To view details on an event, click the line representing the event, which opens an event details callout. This callout shows:

  • Severity
  • A timestamp of when it was triggered. If event aggregation is enabled, and more than one event of that type was captured, it shows both the first and last times it was triggered.
  • Request details, including the URL triggering the event, the PHP version, and which ZendPHP server triggered it.
  • PHP superglobal values (as configured by the zendhq.monitor.report_super_globals ZendPHP extension setting).

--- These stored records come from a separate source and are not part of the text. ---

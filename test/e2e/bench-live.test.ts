/**
 * The bench in a real browser: typing solves in the worker, the panels show the results, errors
 * are marked on their lines with their hints, checks follow edits, files and drafts work.
 */
import { readFileSync } from 'node:fs';
import { join } from 'node:path';
import type { Page } from 'playwright-core';
import { afterAll, beforeAll, describe, expect, inject, it } from 'vitest';
import { launchBrowser, RESULTS_DIR, type Browser } from '../support/browser';
import { cursorLine, editOnLine, focusEditor, lineText, replaceNetlist, waitForPainted } from './bench-support';

let browser: Browser;
beforeAll(async () => {
  browser = await launchBrowser();
});
afterAll(async () => {
  await browser?.close();
});

/** A resistor-loaded npn pair, small enough to type. Line numbers matter to the tests below. */
const PAIR = [
  'title  Typed pair',                                  // 1
  'model  qn: npn(is=1e-16, beta=100, va=80, cje=1p, cjc=0.5p)', // 2
  'vcc: vsrc(vcc, gnd) 10 V',                           // 3
  'va:  vsrc(ina, gnd) 0 ac=1',                         // 4
  'vb:  vsrc(inb, gnd) 0',                              // 5
  'vee: vsrc(vee, gnd) -10 V',                          // 6
  'q1:  npn(c=outa, b=ina, e=tail) qn',                 // 7
  'q2:  npn(c=outb, b=inb, e=tail) qn',                 // 8
  'rca: res(vcc, outa) 5k',                             // 9
  'rcb: res(vcc, outb) 5k',                             // 10
  'rt:  res(tail, vee) 4.65k',                          // 11
  'ports in=(va, vb) out=(outa, outb)',                 // 12
  'analyze ac from 10 Hz to 1 GHz per decade 20',       // 13
  'measure a0 = db(adm)',                               // 14
  'check a0 >= 40',                                     // 15
  '',
].join('\n');

async function openBench(path = '/bench'): Promise<Page> {
  const page = await browser.context.newPage();
  const errors: string[] = [];
  page.on('pageerror', (e) => errors.push(e.message));
  (page as Page & { errors?: string[] }).errors = errors;
  await page.goto(inject('baseUrl') + path);
  await page.locator('.cm-content').waitFor();
  await waitForPainted(page);
  return page;
}

/** Lets opening animations and transitions finish before a screenshot. */
async function settle(page: Page): Promise<void> {
  await page.evaluate(() => Promise.all(document.getAnimations().map((a) => a.finished.catch(() => undefined))));
}

async function showTab(page: Page, name: RegExp | string): Promise<void> {
  await page.getByRole('tab', { name }).click();
}

describe('the bench, live', () => {
  it('solves a typed netlist in the worker and shows the bias table and a Bode plot', async () => {
    const page = await openBench();
    await replaceNetlist(page, PAIR);
    await waitForPainted(page);
    await expect.poll(() => page.locator('nw-file-bar .title').textContent()).toContain('Typed pair');

    await showTab(page, 'Bias');
    const bjt = page.getByRole('table', { name: 'Bipolar transistors' });
    await bjt.waitFor();
    const rows = await bjt.locator('tr').allTextContents();
    expect(rows.some((r) => r.includes('q1') && /active/i.test(r))).toBe(true);
    expect(rows.some((r) => r.includes('q2'))).toBe(true);
    // Each side carries about (10 V − 0.7 V)/4.65 kΩ / 2 ≈ 1 mA (common practice, from the netlist).
    expect(rows.find((r) => r.includes('q1'))).toMatch(/(9\d\d|1\.0\d) [µm]A/);
    await page.screenshot({ path: join(RESULTS_DIR, 'bench-bias.png') });

    await showTab(page, 'Response');
    const curves = page.locator('nw-bode-plot svg.plot path');
    await expect.poll(() => curves.count()).toBeGreaterThan(2);
    const longest = await curves.evaluateAll((ps) => Math.max(...ps.map((p) => (p.getAttribute('d') ?? '').length)));
    expect(longest).toBeGreaterThan(200);
    await page.screenshot({ path: join(RESULTS_DIR, 'bench-response.png') });

    await showTab(page, 'Modes');
    await expect.poll(() => page.locator('nw-modes-panel').textContent()).toMatch(/CMRR/i);
    await page.screenshot({ path: join(RESULTS_DIR, 'bench-modes.png') });

    await showTab(page, /Checks/);
    await expect.poll(() => page.locator('nw-checks-panel').textContent()).toContain('a0 >= 40');
    await page.screenshot({ path: join(RESULTS_DIR, 'bench-checks.png') });

    // The page itself never scrolls on a 1280×800 laptop.
    const overflow = await page.evaluate(() => document.documentElement.scrollHeight - window.innerHeight);
    expect(overflow).toBeLessThanOrEqual(0);
    expect((page as Page & { errors?: string[] }).errors).toEqual([]);
    await page.close();
  });

  it('marks an error inline on its line, with its hint on hover and in the problems list', async () => {
    const page = await openBench();
    await replaceNetlist(page, PAIR.replace('rt:  res(tail, vee) 4.65k', 'rt:  res(tail, vee) 4.65meg'));
    await waitForPainted(page);
    const line11 = page.locator('.cm-line').nth(10);
    const squiggle = line11.locator('.cm-lintRange-error');
    await squiggle.waitFor();
    expect(await squiggle.textContent()).toContain('meg');
    // No other line is marked.
    expect(await page.locator('.cm-lintRange-error').count()).toBe(1);

    await squiggle.hover();
    const tooltip = page.locator('.cm-tooltip-lint');
    await tooltip.waitFor();
    expect(await tooltip.textContent()).toMatch(/M for mega/);
    await page.screenshot({ path: join(RESULTS_DIR, 'bench-error.png') });

    const problem = page.locator('nw-problems-list button').first();
    expect(await problem.textContent()).toMatch(/line 11/);
    expect(await problem.textContent()).toMatch(/M for mega/);
    await focusEditor(page);
    await page.keyboard.press('Control+Home');
    await problem.click();
    await expect.poll(() => cursorLine(page)).toBe(11);

    // The panels keep the last clean result, marked as such, instead of blanking.
    expect(await page.locator('nw-results-summary').textContent()).toMatch(/last result that solved/);
    await page.close();
  });

  it('turns a check from fail to pass when a value is edited, and a check jumps to its line', async () => {
    const page = await openBench('/bench?example=resistor-tail');
    await showTab(page, /Checks/);
    const checks = page.locator('nw-checks-panel');
    await expect.poll(() => page.locator('nw-results-summary').textContent()).toMatch(/All 5 checks pass/);

    const rcLine = (await page.locator('.cm-line').allTextContents()).findIndex((t) => t.startsWith('param  rc')) + 1;
    expect(rcLine).toBeGreaterThan(0);
    await editOnLine(page, rcLine, '8k', '4k');
    await waitForPainted(page);
    expect(await lineText(page, rcLine)).toContain('rc = 4k');
    // Halving RC halves adm: 42.6 dB − 6 dB fails `a0 >= 40` (Sedra & Smith, Microelectronic Circuits, 7th ed., differential half circuit: adm = −gm·RC, from memory).
    await expect.poll(() => page.locator('nw-results-summary').textContent()).toMatch(/1 of 5 checks fail/);
    const failing = checks.locator('.row.failing');
    await expect.poll(() => failing.count()).toBe(1);
    expect(await failing.textContent()).toContain('a0 >= 40');

    await editOnLine(page, rcLine, '4k', '9k');
    await waitForPainted(page);
    await expect.poll(() => page.locator('nw-results-summary').textContent()).toMatch(/All 5 checks pass/);
    expect(await checks.locator('.row.failing').count()).toBe(0);

    // Clicking a check puts the editor cursor on its line.
    const row = checks.locator('.row', { hasText: 'cmrr_db >= 30' });
    await row.click();
    const checkLine = (await page.locator('.cm-line').allTextContents()).findIndex((t) => t.startsWith('check   cmrr_db')) + 1;
    await expect.poll(() => cursorLine(page)).toBe(checkLine);
    await page.close();
  });

  it('keeps the netlist as a draft across a reload, opens a file and downloads the netlist', async () => {
    const page = await openBench('/bench?example=mirrored-tail');
    await replaceNetlist(page, PAIR.replace('Typed pair', 'Kept across reload'));
    await expect.poll(() => page.locator('nw-file-bar .save').textContent(), { timeout: 5000 }).toBe('Saved in this browser');
    await page.goto(inject('baseUrl') + '/bench');
    await page.locator('.cm-content').waitFor();
    await expect.poll(() => page.locator('.cm-content').textContent()).toContain('Kept across reload');

    await page.locator('nw-file-bar input[type=file]').setInputFiles({ name: 'bridge.nwl', mimeType: 'text/plain', buffer: Buffer.from(PAIR.replace('Typed pair', 'From a file')) });
    await expect.poll(() => page.locator('.cm-content').textContent()).toContain('From a file');
    await waitForPainted(page);

    const [download] = await Promise.all([page.waitForEvent('download'), page.getByRole('button', { name: 'Download the netlist' }).click()]);
    expect(download.suggestedFilename()).toBe('bridge.nwl');
    const saved = readFileSync((await download.path())!, 'utf8');
    expect(saved).toBe(PAIR.replace('Typed pair', 'From a file'));

    await page.getByRole('button', { name: 'Drafts kept in this browser' }).click();
    const dialog = page.getByRole('dialog');
    await expect.poll(() => dialog.textContent()).toContain('Kept across reload');
    expect(await dialog.textContent()).toContain('From a file');
    await settle(page);
    await page.screenshot({ path: join(RESULTS_DIR, 'bench-drafts.png') });
    await dialog.getByRole('button', { name: /^Open Kept across reload/ }).click();
    await expect.poll(() => page.locator('.cm-content').textContent()).toContain('Kept across reload');
    await page.close();
  });

  it('shows progress with a cancel button for a long solve, and the page stays responsive', async () => {
    const page = await openBench();
    // 18 001 frequency points over a 40-section RC ladder: seconds of work, well past the 300 ms threshold.
    const ladder = Array.from({ length: 40 }, (_, k) => `rl${k}: res(${k === 0 ? 'outa' : `l${k - 1}`}, l${k}) 1k\ncl${k}: cap(l${k}, gnd) 1p`).join('\n');
    await replaceNetlist(page, PAIR.replace('per decade 20', 'per decade 2000').replace('from 10 Hz', 'from 1 Hz') + ladder + '\n');
    const summary = page.locator('nw-results-summary');
    await page.getByRole('button', { name: 'Cancel the solve' }).waitFor({ timeout: 10_000 });
    expect(await summary.textContent()).toContain('Solving…');
    expect(await page.locator('mat-progress-bar').count()).toBe(1);
    // The main thread is free while the worker solves: a frame comes within a few tens of ms.
    const frameMs = await page.evaluate(() => new Promise<number>((r) => { const t = performance.now(); requestAnimationFrame(() => r(performance.now() - t)); }));
    expect(frameMs).toBeLessThan(100);
    await page.screenshot({ path: join(RESULTS_DIR, 'bench-solving.png') });
    await page.getByRole('button', { name: 'Cancel the solve' }).click();
    await expect.poll(() => summary.textContent()).toMatch(/Solve cancelled/);
    expect(await page.locator('mat-progress-bar').count()).toBe(0);
    await page.close();
  });

  it('shows the keyboard shortcuts on F1 and completes pin names', async () => {
    const page = await openBench('/bench?example=resistor-tail');
    await focusEditor(page);
    await page.keyboard.press('F1');
    const dialog = page.getByRole('dialog', { name: 'Keyboard shortcuts' });
    await dialog.waitFor();
    expect(await dialog.textContent()).toContain('Solve now');
    await settle(page);
    await page.screenshot({ path: join(RESULTS_DIR, 'bench-help.png') });
    await page.keyboard.press('Escape');
    await dialog.waitFor({ state: 'detached' });

    await page.keyboard.press('Control+End');
    await page.keyboard.type('\nq9: npn(');
    const list = page.locator('.cm-tooltip-autocomplete');
    await list.waitFor();
    expect(await list.locator('li').allTextContents()).toEqual(expect.arrayContaining([expect.stringMatching(/^c=/), expect.stringMatching(/^b=/), expect.stringMatching(/^e=/)]));
    await page.screenshot({ path: join(RESULTS_DIR, 'bench-completion.png') });
    await page.close();
  });
});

Additionally, depending on the event type, additional details may be present, such as a PHP error type, an exception stack trace, or custom details as provided to the monitor_custom_event()/monitor_custom_event_ex() functions.

If you are no longer interested in seeing this event, you may select Delete in the bottom left of the callout; otherwise, select the < in the upper left to close it and return to the event log.

Deleting multiple events from the log

To delete multiple events from the event log, select each you wish to delete via the check box on the left side of the row for each event. Finally, select Delete selected in the upper left of the Event Log screen.

Searching events

The Search box allows you to search by rule name. Note that search terms are case sensitive.